*** Opening DATA LISTING ***
import { type PackageLine, packageAttenuation, packageTwoPort } from '../../channel/packages'
import { padCorner } from '../../channel/pads'
import { CAPACITANCE, LENGTH, NUMBER, RESISTANCE } from '../quantities'
import type { Model, ModelInput } from './model'
import { overPadCorner } from './pad'
import type { Piece, Values } from './piece'
import { type Bound, HIGHEST, holds } from './validity'

const unknown = Number.NaN

/** Common practice, no source: no package routes further, and no pair in one has an impedance far from these. */
export const PACKAGE_BOUNDS: readonly Bound[] = [
  {
    field: 'length',
    what: 'length in mm',
    figure: ({ length = unknown, secondLength = 0 }) => (length + secondLength) * 1e3,
    least: 0,
    most: 100,
  },
  { field: 'impedance', what: 'impedance in Ω', figure: ({ impedance = unknown }) => impedance, least: 40, most: 160 },
  {
    field: 'secondImpedance',
    what: "second section's impedance in Ω",
    figure: ({ secondImpedance = unknown }) => secondImpedance,
    least: 40,
    most: 160,
  },
  {
    // Air at least, and no laminate slower than a permittivity of 16: 1/c to 4/c.
    field: 'packageTau',
    what: 'delay τ in ns/mm',
    figure: ({ packageTau = unknown }) => packageTau * 1e6,
    least: 3.3356e-3,
    most: 13.343e-3,
  },
  {
    field: 'padCapacitance',
    what: 'frequency over that at which the ball takes half of the power',
    figure: (values) => overPadCorner(values.padCapacitance, values),
    least: 0,
    most: 1,
  },
]

/**
 * A package's line in the form of IEEE 802.3 Annex 93A (the form from memory, its parameters typed by the person): one section or two and
 * the capacitance at the ball. It counts Re(γ)·length; reflections and the ball show in the cascade.
 */
export const packageLine: Model = (input) => {
  const { fields, line, reference } = input
  const parameters = parametersOf(input)
  const length = fields.need('length', LENGTH)
  const impedance = fields.need('impedance', RESISTANCE)
  const padCapacitance = fields.need('padCapacitance', CAPACITANCE)
  const second = secondSection(input)
  if (parameters === null || length === null || impedance === null || padCapacitance === null || second === null)
    return null
  const values = { ...parameters, length, impedance, padCapacitance, ...second }
  if (!holds(input, PACKAGE_BOUNDS, values)) return null
  return { values, build: (changed) => pieceOf(packageOf(changed, line.mirrored === true), reference) }
}

/** The standard's units to SI: 1/mm, √ns/mm, ns/mm, ns/mm. */
const UNITS = {
  packageGamma0: 1e3,
  packageA1: Math.sqrt(1e-9) * 1e3,
  packageA2: 1e-6,
  packageTau: 1e-6,
} as const

function parametersOf({ fields }: ModelInput): Values | null {
  const found: Record<string, number> = {}
  let complete = true
  for (const [field, unit] of Object.entries(UNITS) as [keyof typeof UNITS, number][]) {
    const value = fields.need(field, NUMBER)
    if (value === null) complete = false
    else if (value < 0) {
      fields.say(
        'outside-validity',
        field,
        `${fields.name}: a parameter of its loss is below zero.`,
        'Check the sign and the number.',
      )
      complete = false
    } else found[field] = value * unit
  }
  return complete ? found : null
}

/** Both of the second section's fields, or neither. */
function secondSection({ fields, line }: ModelInput): Values | null {
  if (line.secondLength === null && line.secondImpedance === null) return {}
  const secondLength = fields.need('secondLength', LENGTH)
  const secondImpedance = fields.need('secondImpedance', RESISTANCE)
  return secondLength === null || secondImpedance === null ? null : { secondLength, secondImpedance }
}

function packageOf(values: Values, mirrored: boolean): PackageLine {
  const value = (field: string) => values[field] ?? unknown
  const first = { length: value('length'), impedance: value('impedance') }
  const second = { length: value('secondLength'), impedance: value('secondImpedance') }
  return {
    parameters: {
      gamma0: value('packageGamma0'),
      a1: value('packageA1'),
      a2: value('packageA2'),
      tau: value('packageTau'),
    },
    sections: values.secondLength === undefined ? [first] : [first, second],
    ballCapacitance: value('padCapacitance'),
    mirrored,
  }
}

function pieceOf(line: PackageLine, reference: number | null): Piece {
  return {
    from: 0,
    to: reference === null ? HIGHEST : Math.min(HIGHEST, padCorner(line.ballCapacitance, reference)),
    reflects: true,
    twoPort: (hz, ohms) => packageTwoPort(line, hz, ohms),
    attenuation: (hz) => packageAttenuation(line, hz),
    uncertainty: 0,
  }
}
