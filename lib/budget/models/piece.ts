import { COPPER_STATED_AT } from '../../channel/materials/copper'
import type { Network } from '../../channel/networks/network'

/** Another way to look at a line's loss, shown beside what it counts. */
export type Beside = {
  /**
   * 'mismatch': insertion loss in the reference less the attenuation; 'dissipated': what of a discrete's loss is turned into
   * heat; 'native': insertion loss in the file's own reference; 'point': the loss at the frequency where the fitted one counts.
   */
  readonly what: 'mismatch' | 'dissipated' | 'native' | 'point'
  readonly db: number
}

/** A contributor computed from its physics: read once, asked at any frequency. */
export type Piece = {
  /** Hz, the range that the model or its data hold in. */
  readonly from: number
  readonly to: number
  /** False where the piece is known by its attenuation only and enters the cascade matched, without delay. */
  readonly reflects: boolean
  /**
   * The two-port over rising frequencies.
   * @param reference Ω, differential
   * @returns S11, S12, S21, S22, real and imaginary part side by side, 8 numbers a frequency
   */
  readonly twoPort: (hz: Float64Array, reference: number) => Float64Array
  /** What a uniform line counts: Re(γ)·length in dB, in its own impedance. Null: a discrete counts −20 log10|S21|. */
  readonly attenuation: ((hz: Float64Array) => Float64Array) | null
  /** How far the model itself may be off, as a share of the loss to each side, read as a limit; 0 where it is not said. */
  readonly uncertainty: number
  /** More ways to look at the loss at one frequency, Hz. */
  readonly beside?: (hz: number) => readonly Beside[]
  /** Only of evidence: the differential two-port as it was measured, in its own reference. */
  readonly measured?: Network
}

/** SI values of the line's fields that the number rests on and that may vary from build to build, by field. */
export type Values = Readonly<Record<string, number>>

export type Computed = {
  readonly values: Values
  /** The piece with these values instead of the typed ones; total: values beyond the model's range still give numbers or NaN. */
  readonly build: (values: Values) => Piece
  /** SI limits to both sides of values that the line's own fields give a tolerance for, beside what it says in `varies`. */
  readonly varies?: Values
}

/** Conditions that a model recomputes its physics in. */
export type Surroundings = {
  /** °C of the conductors. */
  readonly temperature: number
  /** The loss tangent is multiplied by the factor, then the moisture's part is added. */
  readonly dfFactor: number
  readonly dfAdded: number
  readonly dkAdded: number
}

export const DRY_REFERENCE: Surroundings = { temperature: COPPER_STATED_AT, dfFactor: 1, dfAdded: 0, dkAdded: 0 }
*** Closing DATA LISTING ***
● **DESCRIPTION OF THE TASK**
Copy every line of the listing where the word "holds" appears.

● **EXERCISE OUTPUT**
import { type Bound, HIGHEST, holds } from './validity'
  if (!holds(input, PACKAGE_BOUNDS, values)) return null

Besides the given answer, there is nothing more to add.